Here's a presale/trade note, I will use less than half the anubias, so when I'm done rescaping I will have plenty of anubias for sale/trade. I need plenty of narrow leaf java ferns  so if you have some to trade PM me, I'm around the beaches area


----------



## Lexingtonmax (Jan 26, 2011)

WOW!!! great tanks, please keep us updated.... just out of curiosity what kind of lights are you using on them?


----------



## Sameer (Sep 30, 2007)

Thats really nice, you dont even need much light for anubius anyway. Have you thought about getting other low light plants for the rescape?


----------



## Jung (Mar 17, 2009)

thanks,
Lighting on both tanks are the coralife double T5.
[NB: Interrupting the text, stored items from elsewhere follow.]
/* [transfer NAME] in the site configuration: defaults taken from the ponds,
 * the rule handed to the decision engine, and each class of mistake
 * reported as FILE:LINE. No science here, so no source to cite. */
#include <math.h>
#include <setjmp.h>
#include <stdarg.h>
#include <stddef.h>
#include <stdio.h>
#include <stdlib.h>
#include <string.h>
#include <unistd.h>
#include <cmocka.h>

#include "hc_state.h"
#include "hs_conf_transfer.h"
#include "conf_file.h"
#include "hs_config.h"

static conf_dir cd;

#define BASE CONF_BASE_TWO_PONDS /* lines 1..35 */

static void expect_error(const char *text, int line, const char *what)
{
    conf_expect_error(&cd, text, line, what);
}

static int make_dir(void **state)
{
    (void)state;
    if (conf_dir_make(&cd, "xfer") != 0)
        return -1;
    return 0;
}

static int remove_dir(void **state)
{
    (void)state;
    return conf_dir_remove(&cd, (const char *)NULL);
}

static void defaults_from_ponds(void **unused)
{
    (void)unused;
    hs_site site;
    hs_diag diag;
    conf_write_file(cd.path, BASE "[transfer feed]\nsource = a\ndestination = b\n");
    assert_int_equal(hs_site_load(cd.path, &site, &diag), 0);
    assert_int_equal(site.n_transfers, 1);
    const hs_transfer_conf *t = &site.transfers[0];
    assert_string_equal(t->name, "feed");
    assert_false(t->actuate); /* advisory unless the site opts in */
    struct hs_transfer_rule r;
    hs_conf_transfer_rule(&site, t, &r);
    assert_int_equal(r.trigger, HS_TRIGGER_DENSITY);
    assert_true(fabs(r.start_density_kg_m3 - 1215) < 1e-9);  /* a's density_out */
    assert_true(fabs(r.source_level_min_m - 0.5) < 1e-9);    /* a's level_min */
    assert_true(fabs(r.dest_level_max_m - 0.35) < 1e-9);     /* b's level_max */
    assert_true(isnan(r.dest_density_min_kg_m3));            /* no rated_flow: no prediction */
    assert_int_equal(r.min_off_ms, 600000);
    assert_int_equal(r.max_run_ms, 6 * 3600000);
    assert_int_equal(r.actuate, 0);
    assert_int_equal(r.has_rain, 0);
    hs_site_free(&site);
}

static void stage_trigger_and_signals(void **unused)
{
    (void)unused;
    hs_site site;
    hs_diag diag;
    conf_write_file(cd.path, BASE "[transfer feed]\nsource = a\ndestination = b\ntrigger = stage\n"
                    "start_stage = halite\nrated_flow = 250\nfeedback = a.pump-run\n"
                    "manual = a.pump-manual\nactuate = yes\nbus = plc\noutput = register\n"
                    "output_address = 100\non_value = 2\nheartbeat_address = 101\n"
                    "min_on = 2min\nmax_run = 3h\n");
    assert_int_equal(hs_site_load(cd.path, &site, &diag), 0);
    const hs_transfer_conf *t = &site.transfers[0];
    struct hs_transfer_rule r;
    hs_conf_transfer_rule(&site, t, &r);
    assert_int_equal(r.trigger, HS_TRIGGER_STAGE);
    assert_int_equal(r.start_stage, HC_STAGE_HALITE);
    assert_true(fabs(r.dest_density_min_kg_m3 - 1210) < 1e-9); /* b's density_in */
    assert_true(r.has_feedback && r.has_manual && r.actuate);
    assert_int_equal(t->output, HS_OUTPUT_REGISTER);
    assert_int_equal(t->output_address, 100);
    assert_int_equal(t->on_value, 2);
    assert_int_equal(t->heartbeat_address, 101);
    assert_int_equal(r.min_on_ms, 120000);
    assert_int_equal(r.max_run_ms, 3 * 3600000);
    hs_site_free(&site);
}

static void unknown_pond(void **u)
{
    (void)u;
    expect_error(BASE "[transfer feed]\nsource = zz\ndestination = b\n", 37, "no [pond zz]");
}

static void into_itself(void **u)
{
    (void)u;
    expect_error(BASE "[transfer feed]\nsource = a\ndestination = a\n", 38, "into itself");
}

static void unknown_signal(void **u)
{
    (void)u;
    expect_error(BASE "[transfer feed]\nsource = a\ndestination = b\nrain = a.rain\n", 39,
                 "no [signal a.rain]");
}

static void actuate_needs_bus(void **u)
{
    (void)u;
    expect_error(BASE "[transfer feed]\nsource = a\ndestination = b\nactuate = yes\n", 39,
                 "needs bus");
}

static void band_needs_flow(void **u)
{
    (void)u;
    expect_error(BASE "[transfer feed]\nsource = a\ndestination = b\n"
                      "destination_density_max = 1260 kg/m3\n", 36, "rated_flow");
}

static void no_start_density(void **u)
{
    (void)u;
    expect_error(BASE "[transfer feed]\nsource = b\ndestination = a\n"
                      "start_density = 1300 kg/m3\nhysteresis = 60 kg/m3\n", 40, "hysteresis");
}

static void bad_values(void **u)
{
    (void)u;
    expect_error(BASE "[transfer feed]\nsource = a\ndestination = b\nstart_stage = salt\n", 39,
                 "start_stage");
    expect_error(BASE "[transfer feed]\nsource = a\ndestination = b\nmin_on = soon\n", 39,
                 "min_on");
    expect_error(BASE "[transfer feed]\nsource = a\ndestination = b\nmin_on = 2h\nmax_run = 1h\n",
                 36, "minimum on time exceeds");
    expect_error(BASE "[transfer feed]\nsource = a\ndestination = b\nspeed = 3\n", 39, "speed");
}

static void two_writers_one_output(void **u)
{
    (void)u;
    expect_error(BASE "[transfer f1]\nsource = a\ndestination = b\nactuate = yes\nbus = plc\n"
                      "output_address = 7\n"
                      "[transfer f2]\nsource = a\ndestination = b\nactuate = yes\nbus = plc\n"
                      "output_address = 7\n", 47, "already writes");
}

int main(void)
{
    const struct CMUnitTest tests[] = {
        cmocka_unit_test(defaults_from_ponds),
        cmocka_unit_test(stage_trigger_and_signals),
        cmocka_unit_test(unknown_pond),
        cmocka_unit_test(into_itself),
        cmocka_unit_test(unknown_signal),
        cmocka_unit_test(actuate_needs_bus),
        cmocka_unit_test(band_needs_flow),
        cmocka_unit_test(no_start_density),
        cmocka_unit_test(bad_values),
        cmocka_unit_test(two_writers_one_output),
    };
    return cmocka_run_group_tests(tests, make_dir, remove_dir);
}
I've been growing fissidens in the smaller tank for the past year and have enough to transfer some to the bigger tank for this rescape.

Yeah I'm looking for a lot of narrow leaf java ferns, so if anyone has any to spare, I have a lot of anubias to trade.


----------



## Sameer (Sep 30, 2007)

Im also looking for the narrow leaf java fern.

Jung, I dont have any plants at the moment as I re did my entire 45 gallon tank. So Im also interested in your anabuis, is it nana or a more specific name? I really want the smaller "petite" or nana species.


----------



## jimmyjam (Nov 6, 2007)

I got some narrow ferns from aquamagic. I got two doff ones, first one was really tiny, but second was long . Either or they were nice. But u might want to wait until spring. They don't insulate their stuff


----------



## Jung (Mar 17, 2009)

yeah I was planning to do my rescape during spring and order some stuff from aquatic magic, but couldn't wait till the weather warmed up 

Finished re-attaching the anubias and tied some fissidens. Gonna give menagerie a call tomorrow and see if they have any narrow leave java ferns


----------



## Kerohime (Jan 10, 2011)

Were most of those anubias grown to that amount or did you start off with that many?

Those are basically my favorite plants, and I'm amazed at how much you have!


----------



## Jung (Mar 17, 2009)

a lot were propagated, just cut the rhisome in half, the front will continue growing but the back piece will sprout new buds. I find the ones at the top level which received the most light sprouted a lot of buds (2-5) and grew really fast.


----------



## Zelth (Mar 25, 2011)

I really like those tanks what is the filtration, and how do you control filament algae from invading moss?


----------



## Jung (Mar 17, 2009)

The filtration is an eheim 2224. When I had taiwan moss, I had no problems with algae, because the moss grew so fast. Now with the much slower growing fissidens, I have hair algae, it's a constant battle, I have to remove it manually.


----------



## bae (May 11, 2007)

Try flag fish (Jordanella floridae). They love filamentous algae. They will completely clean it out of wads of moss without damaging the moss.


----------



## Jung (Mar 17, 2009)

Yeah I've had them before and they did eat the hair algae, but they were nasty especially towards the corys, so can't keep them.

Decided to convert my small tank to a CRS tank so all the anubias has to go
Before:








After:








Not done with the scape but it will be kept simple.


----------



## Kerohime (Jan 10, 2011)

Where did you put all the corys?


----------



## Jung (Mar 17, 2009)

Moved them all back to the big tank. I'm overstocked


----------